Ehrenfest Paradox - Brief History

Brief History

Citations to the papers mentioned below (and many which are not) can be found in a paper by Øyvind Grøn which is available on-line.

  • 1909: Max Born introduces a notion of rigid motion in special relativity.
  • 1909: After studying Born's notion of rigidity, Paul Ehrenfest demonstrated by means of a paradox about a cylinder that goes from rest to rotation, that most motions of extended bodies cannot be Born rigid.
  • 1910: Gustav Herglotz and Fritz Noether independently elaborated on Born's model and showed, that Born rigidity only allows of three degrees of freedom for bodies in motion. That is, it's possible that a body is capable of moving in uniform translation and uniform rotation, yet accelerated rotation is impossible. So a Born rigid body cannot be brought from a state of rest into rotation, confirming Ehrenfest's result.
  • 1910: Max Planck calls attention to the fact that one should not confuse the problem of the contraction of a disc due to spinning it up, with that of what disk-riding observers will measure as compared to stationary observers. He suggests that resolving the first problem will require introducing some material model and employing the theory of elasticity.
  • 1910: Theodor Kaluza points out that there is nothing inherently paradoxical about the static and disk-riding observers obtaining different results for the circumference. This does however imply, Kaluza argues, that "the geometry of the rotating disk" is non-euclidean. He asserts without proof that this geometry is in fact essentially just the geometry of the hyperbolic plane.
  • 1911: Max von Laue shows, that an accelerated body has an infinite amount of degrees of freedom, thus no rigid bodies can exist in special relativity.
  • 1916: While writing up his new general theory of relativity, Albert Einstein notices that disk-riding observers measure a longer circumference, C′ = 2π r √(1−v2)−1. That is, because rulers moving parallel to their length axis appear shorter as measured by static observers, the disk-riding observers can fit more small rulers of a given length around the circumference than stationary observers could.
  • 1922: In his seminal book "The Mathematical Theory of Relativity" (p. 113), A.S.Eddington calculates a contraction of the radius of the rotating disc (compared to stationary scales) of one quarter of the 'Lorentz contraction' factor applied to the circumference.
  • 1935: Paul Langevin essentially introduces a moving frame (or frame field in modern language) corresponding to the family of disk-riding observers, now called Langevin observers. (See the figure.) He also shows that distances measured by nearby Langevin observers correspond to a certain Riemannian metric, now called the Langevin-Landau-Lifschitz metric. (See Born coordinates for details.)
  • 1937: Jan Weyssenhoff (now perhaps best known for his work on Cartan connections with zero curvature and nonzero torsion) notices that the Langevin observers are not hypersurface orthogonal.
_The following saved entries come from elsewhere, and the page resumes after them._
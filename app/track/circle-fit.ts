import { type Metres, metres } from '~/track/units'

export interface Circle {
  readonly x: number
  readonly y: number
  readonly radius: Metres
}

/** Points whose spread across their main direction is smaller than this share of the spread along it count as straight. */
const straightness = 1e-12

/**
 * Circle through points by the algebraic least squares of Taubin (G. Taubin, IEEE Trans. PAMI 13, 1991, 1115–1138): the
 * smallest root of its cubic by Newton's steps from 0. Exact for points on a circle, and on short noisy arcs less drawn
 * to small radii than the plain algebraic fit. Null for fewer than three points and for points on one straight line.
 */
export function fitCircle(xs: ArrayLike<number>, ys: ArrayLike<number>): Circle | null {
  const n = xs.length
  if (n < 3) return null
  let mx = 0
  let my = 0
  for (let i = 0; i < n; i++) {
    mx += xs[i]! / n
    my += ys[i]! / n
  }
  let [xx, yy, xy, xz, yz, zz] = [0, 0, 0, 0, 0, 0]
  for (let i = 0; i < n; i++) {
    const x = xs[i]! - mx
    const y = ys[i]! - my
    const z = x * x + y * y
    xx += (x * x) / n
    yy += (y * y) / n
    xy += (x * y) / n
    xz += (x * z) / n
    yz += (y * z) / n
    zz += (z * z) / n
  }
  const z = xx + yy
  const det = xx * yy - xy * xy
  if (!(det > straightness * z * z)) return null
  const a3 = 4 * z
  const a2 = -3 * z * z - zz
  const a1 = zz * z + 4 * det * z - xz * xz - yz * yz - z * z * z
  const a0 = xz * xz * yy + yz * yz * xx - zz * det - 2 * xz * yz * xy + z * z * det
  const eta = smallestRoot(a3, a2, a1, a0)
  const scale = 2 * (eta * eta - eta * z + det)
  const cx = (xz * (yy - eta) - yz * xy) / scale
  const cy = (yz * (xx - eta) - xz * xy) / scale
  const radius = Math.sqrt(cx * cx + cy * cy + z)
  return Number.isFinite(radius) ? { x: cx + mx, y: cy + my, radius: metres(radius) } : null
}

/** Root of a3 x³ + a2 x² + a1 x + a0 reached by Newton's steps from 0. */
function smallestRoot(a3: number, a2: number, a1: number, a0: number): number {
  let x = 0
  let value = a0
  for (let step = 0; step < 50; step++) {
    const next = x - value / (a1 + x * (2 * a2 + 3 * a3 * x))
    const nextValue = a0 + next * (a1 + next * (a2 + next * a3))
    if (!(Math.abs(nextValue) < Math.abs(value))) break
    x = next
    value = nextValue
  }
  return x
}

/** Radius of the circle through three points (Menger): abc/4Δ; Infinity for three points on one straight line. */
export function radiusThrough(
  p: readonly [number, number],
  q: readonly [number, number],
  r: readonly [number, number],
): Metres {
  const twiceArea = Math.abs((q[0] - p[0]) * (r[1] - p[1]) - (q[1] - p[1]) * (r[0] - p[0]))
  const sides =
    Math.hypot(q[0] - p[0], q[1] - p[1]) * Math.hypot(r[0] - q[0], r[1] - q[1]) * Math.hypot(p[0] - r[0], p[1] - r[1])
  return metres(sides / (2 * twiceArea))
}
Therefore, the Langevin-Landau-Lifschitz metric is defined, not on some hyperslice of Minkowski spacetime, but on the quotient space obtained by replacing each world line with a point. This gives a three-dimensional smooth manifold which becomes a Riemannian manifold when we add the metric structure.
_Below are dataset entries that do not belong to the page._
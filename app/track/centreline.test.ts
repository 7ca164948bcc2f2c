import * as fc from 'fast-check'
import { describe, expect, it } from 'vitest'
import {
  type Centreline,
  headingAt,
  heightAt,
  locate,
  makeCentreline,
  pointAt,
  roadDistance,
  signedGap,
  sliceOf,
  straightDistance,
} from '~/track/centreline'
import { makePlane } from '~/track/plane'
import { type Offset, offset, type Position, type Station, station } from '~/track/units'
import { evenly, shareOfLap as share } from '../../tests/support/arbitraries'
import {
  evenPoints,
  figureEight,
  nineCorners,
  noisy,
  type Point,
  sparsePoints,
  toPositions,
} from '../../tests/support/circuits'

const dense = makeCentreline(toPositions(evenPoints(nineCorners, 2)))
const sparse = makeCentreline(toPositions(sparsePoints(nineCorners, 7)))
/** 500 m to the east, 400 m to the north and back, round the middle. */
const rectangle = makeCentreline(
  toPositions([
    [-250, -200],
    [250, -200],
    [250, 200],
    [-250, 200],
  ]),
)
const metresAside = (reach: number) => evenly(-reach, reach).map(offset)

const at = (line: Centreline, part: number): Station => station(part * line.length)

function expectRoundTrip(line: Centreline, from: Station, aside: Offset) {
  const found = locate(line, pointAt(line, from, aside))
  expect(Math.abs(signedGap(line, from, found.station))).toBeLessThan(1e-6)
  expect(found.offset).toBeCloseTo(aside, 6)
}

describe('station and offset', () => {
  it('lead to a point and back, as far out as the tightest corner is round, on a line of 2 m steps', () => {
    fc.assert(fc.property(share, metresAside(20), (part, aside) => expectRoundTrip(dense, at(dense, part), aside)))
  })

  it('lead to a point and back on a sparse line with a single segment for each straight', () => {
    fc.assert(fc.property(share, metresAside(12), (part, aside) => expectRoundTrip(sparse, at(sparse, part), aside)))
  })

  it('lead to a point and back at every vertex', () => {
    for (const vertex of sparse.stations.slice(0, -1)) {
      for (const aside of [-11, -4, 0, 5, 12]) expectRoundTrip(sparse, station(vertex), offset(aside))
    }
  })

  it('lead from a point to the same point: a mark stays where it was put', () => {
    fc.assert(
      fc.property(share, metresAside(11), metresAside(3), (part, aside, along) => {
        const ahead = station(at(sparse, part) + along)
        const point = pointAt(dense, ahead, aside)
        const found = locate(sparse, point)
        expect(straightDistance(pointAt(sparse, found.station, found.offset), point)).toBeLessThan(1e-6)
      }),
    )
  })

  it('count the offset as the distance from the line, left positive', () => {
    const { toLngLat } = makePlane([[-12.6, 54.2]])
    const left = locate(rectangle, toLngLat({ x: -50, y: -193 }))
    expect(left.station).toBeCloseTo(200, 1)
    expect(left.offset).toBeCloseTo(7, 1)
    expect(locate(rectangle, toLngLat({ x: 70, y: -208 })).offset).toBeCloseTo(-8, 1)
    expect(locate(rectangle, toLngLat({ x: 241, y: 30 })).offset).toBeCloseTo(9, 1)
  })

  it('stay below the lap length and not below 0 round the start line', () => {
    fc.assert(
      fc.property(metresAside(3), metresAside(6), (along, aside) => {
        const found = locate(dense, pointAt(dense, station(along), aside))
        expect(found.station).toBeGreaterThanOrEqual(0)
        expect(found.station).toBeLessThan(dense.length)
        expect(Math.abs(signedGap(dense, station(along), found.station))).toBeLessThan(1e-6)
      }),
    )
  })

  it('are taken round the lap: one lap on is the same point', () => {
    const lapOn = pointAt(dense, station(dense.length + 123))
    expect(straightDistance(lapOn, pointAt(dense, station(123)))).toBeLessThan(1e-6)
    expect(straightDistance(pointAt(dense, station(-50)), pointAt(dense, station(dense.length - 50)))).toBeLessThan(
      1e-6,
    )
  })

  it('take a far point and a point of NaN without ado', () => {
    expect(Math.abs(locate(dense, [-12.6, 60]).offset)).toBeGreaterThan(500_000)
    expect(locate(dense, [Number.NaN, 54]).station).toBeNaN()
  })

  it('have no gap and no fold along a parallel at six metres: small steps stay small', () => {
    for (const aside of [-6, 6]) {
      let before = pointAt(sparse, station(0), offset(aside))
      for (let s = 0.5; s < sparse.length; s += 0.5) {
        const here = pointAt(sparse, station(s), offset(aside))
        const step = straightDistance(before, here)
        expect(step).toBeGreaterThan(0.2)
        expect(step).toBeLessThan(0.9)
        before = here
      }
    }
  })
})

describe('the length', () => {
  const lengthOf = (points: readonly Point[]) => makeCentreline(toPositions(points)).length

  it('counts the closing segment once, whether or not the first position comes again at the end', () => {
    const square: Point[] = [
      [0, 0],
      [300, 0],
      [300, 200],
      [0, 200],
    ]
    expect(lengthOf(square)).toBeCloseTo(1000, 5)
    expect(lengthOf([...square, square[0]!])).toBeCloseTo(1000, 5)
    expect(lengthOf([...square, square[0]!, square[0]!])).toBeCloseTo(1000, 5)
  })

  it('is the same from whichever position the ring begins, and in either direction', () => {
    const points = noisy(sparsePoints(nineCorners, 3), 2, 4)
    fc.assert(
      fc.property(fc.nat({ max: points.length - 1 }), (k) => {
        const turned = [...points.slice(k), ...points.slice(0, k)]
        expect(lengthOf(turned)).toBeCloseTo(lengthOf(points), 6)
        expect(lengthOf(turned.reverse())).toBeCloseTo(lengthOf(points), 6)
      }),
    )
  })

  it('does not grow by repeated positions, and no heading becomes NaN there', () => {
    const points = evenPoints(nineCorners, 25)
    const repeated = makeCentreline(toPositions(points.flatMap((point) => [point, point, point])))
    expect(repeated.length).toBeCloseTo(lengthOf(points), 6)
    expect(repeated.count).toBe(points.length)
    for (let s = 0; s < repeated.length; s += 10) expect(headingAt(repeated, station(s))).not.toBeNaN()
  })

  it('is refused for fewer than three different positions', () => {
    expect(() =>
      makeCentreline(
        toPositions([
          [0, 0],
          [100, 0],
          [0, 0],
        ]),
      ),
    ).toThrow(RangeError)
    expect(() => makeCentreline([])).toThrow(RangeError)
  })
})

describe('distances along the road', () => {
  it('add up: there and back is one lap, and a place is nothing from itself', () => {
    fc.assert(
      fc.property(share, share, (one, other) => {
        const [from, to] = [at(dense, one), at(dense, other)]
        const there = roadDistance(dense, from, to)
        expect(there).toBeGreaterThanOrEqual(0)
        expect(there).toBeLessThan(dense.length)
        if (there > 1e-9) expect(there + roadDistance(dense, to, from)).toBeCloseTo(dense.length, 6)
      }),
    )
    expect(roadDistance(dense, station(77), station(77))).toBe(0)
  })

  it('run on across the start line', () => {
    expect(roadDistance(dense, station(dense.length - 30), station(45))).toBeCloseTo(75, 9)
    expect(signedGap(dense, station(45), station(dense.length - 30))).toBeCloseTo(-75, 9)
    expect(signedGap(dense, station(0), station(dense.length / 2))).toBeCloseTo(dense.length / 2, 9)
  })
})

describe('the heading', () => {
  it('is clockwise from north: 90° on a road to the east, 0° to the north', () => {
    expect(headingAt(rectangle, station(250))).toBeCloseTo(90, 1)
    expect(headingAt(rectangle, station(700)) % 359.9).toBeCloseTo(0, 1)
    expect(headingAt(rectangle, station(1150))).toBeCloseTo(270, 1)
  })

  it('turns steadily through the vertices of a sparse line', () => {
    let before = headingAt(sparse, station(0))
    for (let s = 0.5; s < sparse.length; s += 0.5) {
      const here = headingAt(sparse, station(s))
      expect(Math.abs(((here - before + 540) % 360) - 180)).toBeLessThan(4)
      before = here
    }
  })
})

describe('heights on the line', () => {
  const withHeights = (heights: readonly (number | undefined)[]): Centreline => {
    const corners = toPositions([
      [0, 0],
      [100, 0],
      [100, 60],
      [0, 60],
    ])
    return makeCentreline(
      corners.map(([x, y], i): Position => (heights[i] === undefined ? [x, y] : [x, y, heights[i]])),
    )
  }

  it('run straight from vertex to vertex', () => {
    const line = withHeights([10, 14, 20, 30])
    expect(heightAt(line, station(25))).toBeCloseTo(11, 6)
    expect(heightAt(line, station(130))).toBeCloseTo(17, 6)
    expect(heightAt(line, station(275))).toBeCloseTo(25, 6)
  })

  it('are null where either end has none, a void or a 0 among heights', () => {
    const line = withHeights([10, undefined, 0, -32768])
    expect([25, 130, 200, 290].map((s) => heightAt(line, station(s)))).toEqual([null, null, null, null])
  })
})

describe('a stretch cut from the line', () => {
  const inLength = (positions: readonly Position[]) =>
    positions.slice(1).reduce((sum, position, i) => sum + straightDistance(positions[i]!, position), 0)

  it('is as long as the road between its ends, also across the first position', () => {
    fc.assert(
      fc.property(share, share, (one, other) => {
        const [from, to] = [at(sparse, one), at(sparse, other)]
        const cut = sliceOf(sparse, from, to)
        expect(inLength(cut)).toBeCloseTo(roadDistance(sparse, from, to) || sparse.length, 4)
        expect(straightDistance(cut[0]!, pointAt(sparse, from))).toBeLessThan(1e-6)
        expect(straightDistance(cut.at(-1)!, pointAt(sparse, to))).toBeLessThan(1e-6)
      }),
    )
  })

  it('is the whole lap, closed, where both ends are the same', () => {
    const lap = sliceOf(sparse, station(40), station(40))
    expect(inLength(lap)).toBeCloseTo(sparse.length, 4)
    expect(lap).toHaveLength(sparse.count + 2)
  })

  it('has no position twice where it begins or ends on a vertex', () => {
    const [from, to] = [station(sparse.stations[3]!), station(sparse.stations[6]!)]
    expect(sliceOf(sparse, from, to)).toHaveLength(4)
  })

  it('carries heights where the line has them and none where not', () => {
    const ring: Position[] = toPositions([
      [0, 0],
      [80, 0],
      [80, 50],
      [0, 50],
    ]).map(([x, y], i) => (i < 2 ? [x, y, 5 + i] : [x, y]))
    const cut = sliceOf(makeCentreline(ring), station(40), station(100))
    expect(cut.map((position) => position[2])).toEqual([expect.closeTo(5.5, 6), 6, undefined])
  })
})

describe('a figure eight', () => {
  it('has a length and stations like any other ring', () => {
    const line = makeCentreline(toPositions(evenPoints(figureEight, 3)))
    expect(line.length / figureEight.length).toBeCloseTo(1, 3)
    fc.assert(
      fc.property(share, metresAside(8), (part, aside) => {
        const from = at(line, part)
        const found = locate(line, pointAt(line, from, aside), from)
        expect(Math.abs(signedGap(line, from, found.station))).toBeLessThan(1e-6)
        expect(found.offset).toBeCloseTo(aside, 6)
      }),
    )
  })
})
  • 1946: Nathan Rosen shows that inertial observers instantaneously comoving with Langevin observers also measure small distances given by Langevin-Landau-Lifschitz metric.
  • 1946: E. L. Hill analyzes relativistic stresses in a material in which (roughly speaking) the speed of sound equals the speed of light and shows these just cancel the radial expansion due to centrifugal force (in any physically realistic material, the relativistic effects lessen but do not cancel the radial expansion). Hill explains errors in earlier analyses by Arthur Eddington and others.
  • 1952: C. Møller attempts to study null geodesics from the point of view of rotating observers (but incorrectly tries to use slices rather than the appropriate quotient space)
  • 1968: V. Cantoni provides a straightforward, purely kinematical explanation of the paradox.
  • 1975: Øyvind Grøn writes a classic review paper about solutions of the "paradox"
  • 1977: Grünbaum and Janis introduce a notion of physically realizable "non-rigidity" which can be applied to the spin-up of an initially non-rotating disk (this notion is not physically realistic for real materials from which one might make a disk, but it is useful for thought experiments).
  • 1981: Grøn notices that Hooke's law is not consistent with Lorentz transformations and introduces a relativistic generalization.
  • 1997: T. A. Weber explicitly introduces the frame field associated with Langevin observers.
  • 2000: Hrvoje Nikolić points out that the paradox disappears when (in accordance with general theory of relativity) each piece of the rotating disk is treated separately, as living in his own local non-inertial frame.
  • 2002: Rizzi and Ruggiero (and Bel) explicitly introduce the quotient manifold mentioned above.